I had set out knowing that I would be using some of the quinoa that my mother had brought back from Italy for me. Rather than cooking the quinoa and making it a side dish, I decided to create another “one-pot” meal; allowing me to grill my vegetables, boil my quinoa, sauté a block of tofu and whisk together a maple-mustard vinaigrette. The result was a HUGE bowl of salad – enough to feed me at lunch this week – which means, BEETS EVERYDAY!!!!! Whoot! (enjoy)

Fall Vegetable & Tofu Salad
ingredients:
1 c. quinoa
2 c. water
salt
5 peppers, assorted colours, deseeded and cut in large pieces
4 mini eggplants, cut length-wise
1 large onion, peeled and cut in large chunks
1 broccoli, trimmed, cut into florets and blanched in boiling water
5 beets, washed, quickly boiled and then sliced
spicy olive oil, as per your needs (regular will do as well)
3 baby cucumbers, diced

If you are lucky enough to have a BBQ – perfect time to use it. Otherwise, if you are like me and apartment bound then pull out that electric grill and fire it up!

Once your grill is nice and hot, brush some of the flavoured olive oil on it and start grilling – I grouped all the vegetables – so that the cooking time would be about even – eggplants first, then the peppers, onions, broccoli and finally the beets.
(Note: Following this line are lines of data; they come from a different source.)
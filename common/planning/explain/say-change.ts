import type { FormatInstant, Names } from './names';
import type { PlanChange } from './plan-change';
import { list } from './say-list';

/** One change between two plans as a sentence. */
export function sayChange(change: PlanChange, names: Names, formatInstant: FormatInstant): string {
  const stage = names.stage(change.stageId);
  switch (change.kind) {
    case 'added':
      return `${stage} is new and starts ${formatInstant(change.start)}.`;
    case 'removed':
      return `${stage} is gone; it was to start ${formatInstant(change.start)}.`;
    case 'moved':
      return `${stage} starts ${change.to > change.from ? 'later' : 'earlier'}: ${formatInstant(change.to)} instead of ${formatInstant(change.from)}.`;
    case 'reshaped':
      return `${stage} ends ${formatInstant(change.toEnd)} instead of ${formatInstant(change.fromEnd)}.`;
    case 'crew': {
      const joined = list(change.joined.map(names.maker));
      const left = list(change.left.map(names.maker));
      if (change.left.length === 0) return `${joined} ${change.joined.length > 1 ? 'join' : 'joins'} ${stage}.`;
      if (change.joined.length === 0) return `${left} ${change.left.length > 1 ? 'leave' : 'leaves'} ${stage}.`;
      return `${stage} goes from ${left} to ${joined}.`;
    }
    case 'bay':
      return `${stage} moves from ${list(change.from.map(names.bay))} to ${list(change.to.map(names.bay))}.`;
  }
}
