import { axeFindings, sidewaysOverflow, takePicture, withBrowser } from '../support/browser';
import { withRunningStudio } from '../support/running-studio';

// A cold client, a cold server and a cold browser on two cores.
jest.setTimeout(90_000);

describe('the front door of the built application', () => {
  const studio = withRunningStudio();
  const browser = withBrowser();

  it.each(['light', 'dark'] as const)(
    'shows a stranger where to sign in, without a fault, in the %s',
    async (theme) => {
      const { page, faults } = await browser.open({ colorScheme: theme, viewport: { width: 1440, height: 900 } });
      await page.goto(studio.url);
      await page.getByRole('button', { name: 'Sign in' }).waitFor();
      expect(await axeFindings(page)).toEqual([]);
      expect(faults).toEqual([]);
      await takePicture(page, `front-door-${theme}`);
    },
  );

  it('fits the narrowest screen', async () => {
    // Source: WCAG 2.2, success criterion 1.4.10: 320 CSS pixels without scrolling in two dimensions.
    const { page } = await browser.open({ viewport: { width: 320, height: 640 } });
    await page.goto(studio.url);
    await page.getByRole('button', { name: 'Sign in' }).waitFor();
    expect(await sidewaysOverflow(page)).toBe(0);
    await takePicture(page, 'front-door-narrow');
  });

  it('brings its own letters', async () => {
    const { page } = await browser.open();
    await page.goto(studio.url);
    await page.getByRole('button', { name: 'Sign in' }).waitFor();
    const loaded = await page.evaluate(async () => {
      await document.fonts.ready;
      return [...document.fonts].filter(({ status }) => status === 'loaded').map(({ family }) => family);
    });
    expect(loaded.join()).toContain('Work Sans');
  });

  it('tells the browser to trust nothing but itself', async () => {
    // Source: OWASP Secure Headers Project, the headers and values it recommends.
    const { headers } = await fetch(studio.url);
    expect(headers.get('content-security-policy')).toMatch(/default-src 'self'/);
    expect(headers.get('content-security-policy')).toMatch(/frame-ancestors 'none'|frame-ancestors 'self'/);
    expect(headers.get('x-content-type-options')).toBe('nosniff');
    expect(headers.get('x-powered-by')).toBeNull();
  });
});
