/** Names in a row as English says them: "Ana", "Ana and Ben", "Ana, Ben and Cleo"; "nobody" for none. */
export function list(names: readonly string[]): string {
  if (names.length === 0) return 'nobody';
  if (names.length === 1) return names[0];
  return `${names.slice(0, -1).join(', ')} and ${names[names.length - 1]}`;
}

/** Minutes as a person says them: "45 min", "2 h", "2 h 30 min", "3 days" from two days up. */
export function sayMinutes(minutes: number): string {
  const whole = Math.max(0, Math.round(minutes));
  if (whole < 60) return `${whole} min`;
  if (whole >= 2880) {
    const days = Math.floor(whole / 1440);
    const hours = Math.round((whole % 1440) / 60);
    return hours > 0 && hours < 24 ? `${days} days ${hours} h` : `${hours === 24 ? days + 1 : days} days`;
  }
  const rest = whole % 60;
  return rest === 0 ? `${whole / 60} h` : `${Math.floor(whole / 60)} h ${rest} min`;
}
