import type { Plan } from '../problem/plan';
import type { Problem } from '../problem/problem';
import { isMovable } from './bounds-of-stage';
import { compile } from './compile';
import { Generator } from './generator';
import { genomeOf } from './genome';
import { toPlan } from './to-plan';

/**
 * Lays each stage where it is done soonest, in the order in which the problem lists them: what a studio does that takes jobs as
 * they come. One pass of serial generation, without overtime; unlike in levelling, the order of the list matters.
 */
export function layInOrder(problem: Problem): Plan {
  const compiled = compile(problem);
  const order = problem.stages.map((stage) => compiled.stageIndex.get(stage.id) ?? -1).filter((stage) => isMovable(compiled, stage));
  const generator = new Generator(compiled);
  generator.decode(genomeOf(order));
  return toPlan(generator.layout);
}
Be sure to brush some more of the oil on the tops of your veggies before you flip them over – and be patient! That’s always my biggest fault when grilling, I just want it done ASAP – but in order to get the best out of your veggies (especially the peppers and onions) you just need to let them sit on the grill and do their thing.

As they come off the grill I place them in a large bowl and cover it with a clean kitchen towel to keep some of the heat in.

Meanwhile, add the water and the quinoa and a pinch of salt to a large saucepan and bring it to a boil. Once the water is boiling, reduce the heat to a simmer, cover the pot and allow it to cook for between 10 – 15 minutes (it’ll be done when all the water is absorbed). Remove it from the heat, and set aside (I was still grilling at this point).

You’ll notice that I have cucumbers in this recipe – I really wanted something crunchy so I grabbed a few of the beautiful mini-cucumbers. I also knew that I didn’t want the pieces to be too large, since the quinoa is such a small grain. (I took that into account with the rest of my vegetables as well – dicing them into smaller pieces after they’d come off the grill and rested a few minutes in the covered bowl)

Time to start to dress this salad up :0) The thing with my dressing though is that I really didn’t measure a single thing… years of watching my mother just grab the ingredients and start mixing has warn off on me… so other than remembering how many cloves of garlic I used, everything else is by taste… SORRY!

Maple-Mustard Vinaigrette
ingredients:
3 cloves of garlic, peeled and minced
good knob of ginger, peeled and minced
Dijon mustard
maple syrup
lemon juice
red wine vinegar
salt & pepper
sunflower oil

In a medium bowl whisk together the garlic, ginger, mustard, maple syrup, lemon juice and red wine vinegar. At this point, start tasting it – too bitter? Not sweet enough? Play around with your ingredients and make it taste exactly as you like – that’s why you’re making it and not buying it right? I decided to use sunflower oil so that it wouldn’t compete with the other ingredients – and since I had used a spicy olive oil I knew my vegetables would already have lots of that flavour.

Once you’ve sorted out the exact flavours that you like, incorporate the oil – you want to thin out the dressing.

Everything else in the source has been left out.